ASSIGNED TASK:
In the entries that follow, the line with "if held_state[id] == nil" opens the range and the line with "elseif got[3] or split then" closes it; repeat that range exactly, both lines included.

RECORD EXTRACTS:
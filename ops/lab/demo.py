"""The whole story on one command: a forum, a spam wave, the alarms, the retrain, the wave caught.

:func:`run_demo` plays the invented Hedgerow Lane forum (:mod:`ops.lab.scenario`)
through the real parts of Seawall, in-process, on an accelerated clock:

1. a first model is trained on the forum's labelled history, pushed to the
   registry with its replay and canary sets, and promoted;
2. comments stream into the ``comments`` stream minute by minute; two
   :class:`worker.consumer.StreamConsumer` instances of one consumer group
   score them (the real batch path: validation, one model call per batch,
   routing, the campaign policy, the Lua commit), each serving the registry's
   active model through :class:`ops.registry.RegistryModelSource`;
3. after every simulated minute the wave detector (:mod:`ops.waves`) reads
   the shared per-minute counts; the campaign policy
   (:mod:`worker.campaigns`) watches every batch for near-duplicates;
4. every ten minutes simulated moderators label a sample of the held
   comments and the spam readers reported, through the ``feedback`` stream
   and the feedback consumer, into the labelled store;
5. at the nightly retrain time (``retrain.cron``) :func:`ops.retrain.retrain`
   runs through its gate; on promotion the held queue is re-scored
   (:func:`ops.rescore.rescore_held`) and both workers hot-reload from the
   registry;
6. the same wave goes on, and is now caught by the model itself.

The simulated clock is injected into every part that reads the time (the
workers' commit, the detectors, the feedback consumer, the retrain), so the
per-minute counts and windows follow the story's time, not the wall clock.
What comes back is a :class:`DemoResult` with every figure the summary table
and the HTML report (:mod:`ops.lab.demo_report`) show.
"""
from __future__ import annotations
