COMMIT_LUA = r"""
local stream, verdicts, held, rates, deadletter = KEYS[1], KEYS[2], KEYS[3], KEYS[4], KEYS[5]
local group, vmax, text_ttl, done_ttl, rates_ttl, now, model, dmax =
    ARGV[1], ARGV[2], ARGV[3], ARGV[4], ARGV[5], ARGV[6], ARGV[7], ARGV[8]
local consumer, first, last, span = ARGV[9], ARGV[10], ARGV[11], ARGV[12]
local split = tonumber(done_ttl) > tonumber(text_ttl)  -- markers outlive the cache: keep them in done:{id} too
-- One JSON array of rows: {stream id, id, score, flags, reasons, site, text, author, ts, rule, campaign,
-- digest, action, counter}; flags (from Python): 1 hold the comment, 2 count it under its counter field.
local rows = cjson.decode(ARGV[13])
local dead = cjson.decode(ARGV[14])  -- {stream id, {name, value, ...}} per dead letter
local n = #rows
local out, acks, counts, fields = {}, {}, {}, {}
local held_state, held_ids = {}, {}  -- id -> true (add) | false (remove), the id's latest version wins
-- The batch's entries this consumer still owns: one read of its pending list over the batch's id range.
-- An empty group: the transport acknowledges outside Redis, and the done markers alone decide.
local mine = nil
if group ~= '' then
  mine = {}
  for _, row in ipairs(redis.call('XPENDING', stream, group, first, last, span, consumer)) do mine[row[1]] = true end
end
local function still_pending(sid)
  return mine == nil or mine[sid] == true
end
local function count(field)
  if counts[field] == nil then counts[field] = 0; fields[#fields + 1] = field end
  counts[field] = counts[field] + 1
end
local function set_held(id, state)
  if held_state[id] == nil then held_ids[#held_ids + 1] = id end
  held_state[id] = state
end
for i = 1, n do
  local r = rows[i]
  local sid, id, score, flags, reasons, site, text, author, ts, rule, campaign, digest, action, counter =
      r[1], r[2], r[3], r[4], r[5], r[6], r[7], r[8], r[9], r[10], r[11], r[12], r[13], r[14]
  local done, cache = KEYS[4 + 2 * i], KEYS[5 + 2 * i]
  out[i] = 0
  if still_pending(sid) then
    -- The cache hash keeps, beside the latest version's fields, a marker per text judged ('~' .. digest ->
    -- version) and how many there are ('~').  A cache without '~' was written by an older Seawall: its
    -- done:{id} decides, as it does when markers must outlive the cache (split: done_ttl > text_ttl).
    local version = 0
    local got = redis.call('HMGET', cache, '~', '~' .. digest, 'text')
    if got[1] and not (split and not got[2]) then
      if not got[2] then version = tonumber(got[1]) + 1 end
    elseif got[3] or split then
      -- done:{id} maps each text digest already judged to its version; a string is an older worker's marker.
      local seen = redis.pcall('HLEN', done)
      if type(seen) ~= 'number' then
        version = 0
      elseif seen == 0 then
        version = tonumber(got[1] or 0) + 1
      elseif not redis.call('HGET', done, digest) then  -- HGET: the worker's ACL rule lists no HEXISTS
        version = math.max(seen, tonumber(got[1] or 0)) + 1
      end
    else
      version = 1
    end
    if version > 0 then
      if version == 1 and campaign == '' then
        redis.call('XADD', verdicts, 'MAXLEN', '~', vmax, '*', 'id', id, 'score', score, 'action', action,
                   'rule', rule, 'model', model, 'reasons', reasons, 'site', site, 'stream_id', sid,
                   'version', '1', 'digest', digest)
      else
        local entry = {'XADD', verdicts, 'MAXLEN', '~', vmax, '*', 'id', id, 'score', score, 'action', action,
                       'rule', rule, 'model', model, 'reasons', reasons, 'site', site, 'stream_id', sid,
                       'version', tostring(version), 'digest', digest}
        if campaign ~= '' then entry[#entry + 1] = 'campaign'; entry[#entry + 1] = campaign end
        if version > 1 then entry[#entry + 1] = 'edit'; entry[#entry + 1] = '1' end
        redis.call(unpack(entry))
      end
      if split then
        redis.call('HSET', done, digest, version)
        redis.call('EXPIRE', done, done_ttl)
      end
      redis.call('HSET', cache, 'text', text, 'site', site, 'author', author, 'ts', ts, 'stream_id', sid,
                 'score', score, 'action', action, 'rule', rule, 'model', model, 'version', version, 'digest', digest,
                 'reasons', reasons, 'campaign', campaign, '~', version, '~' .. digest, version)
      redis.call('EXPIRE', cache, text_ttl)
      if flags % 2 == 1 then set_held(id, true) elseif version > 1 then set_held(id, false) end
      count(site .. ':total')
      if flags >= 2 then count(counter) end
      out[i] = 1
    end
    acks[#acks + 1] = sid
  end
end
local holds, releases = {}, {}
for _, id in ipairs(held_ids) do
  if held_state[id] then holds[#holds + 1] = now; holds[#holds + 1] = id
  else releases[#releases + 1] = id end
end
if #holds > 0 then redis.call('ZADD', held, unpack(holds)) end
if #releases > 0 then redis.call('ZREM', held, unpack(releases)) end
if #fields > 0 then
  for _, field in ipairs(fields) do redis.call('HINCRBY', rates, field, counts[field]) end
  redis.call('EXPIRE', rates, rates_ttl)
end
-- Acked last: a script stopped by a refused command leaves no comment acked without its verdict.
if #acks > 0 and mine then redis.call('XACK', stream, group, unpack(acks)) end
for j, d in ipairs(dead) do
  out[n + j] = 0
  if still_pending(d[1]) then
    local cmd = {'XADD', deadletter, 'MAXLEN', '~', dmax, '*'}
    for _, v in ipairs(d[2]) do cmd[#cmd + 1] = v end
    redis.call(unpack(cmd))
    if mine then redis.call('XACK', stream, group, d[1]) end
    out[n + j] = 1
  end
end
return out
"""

SOLUTION BELOW:
  if held_state[id] == nil then held_ids[#held_ids + 1] = id end
  held_state[id] = state
end
for i = 1, n do
  local r = rows[i]
  local sid, id, score, flags, reasons, site, text, author, ts, rule, campaign, digest, action, counter =
      r[1], r[2], r[3], r[4], r[5], r[6], r[7], r[8], r[9], r[10], r[11], r[12], r[13], r[14]
  local done, cache = KEYS[4 + 2 * i], KEYS[5 + 2 * i]
  out[i] = 0
  if still_pending(sid) then
    -- The cache hash keeps, beside the latest version's fields, a marker per text judged ('~' .. digest ->
    -- version) and how many there are ('~').  A cache without '~' was written by an older Seawall: its
    -- done:{id} decides, as it does when markers must outlive the cache (split: done_ttl > text_ttl).
    local version = 0
    local got = redis.call('HMGET', cache, '~', '~' .. digest, 'text')
    if got[1] and not (split and not got[2]) then
      if not got[2] then version = tonumber(got[1]) + 1 end
    elseif got[3] or split then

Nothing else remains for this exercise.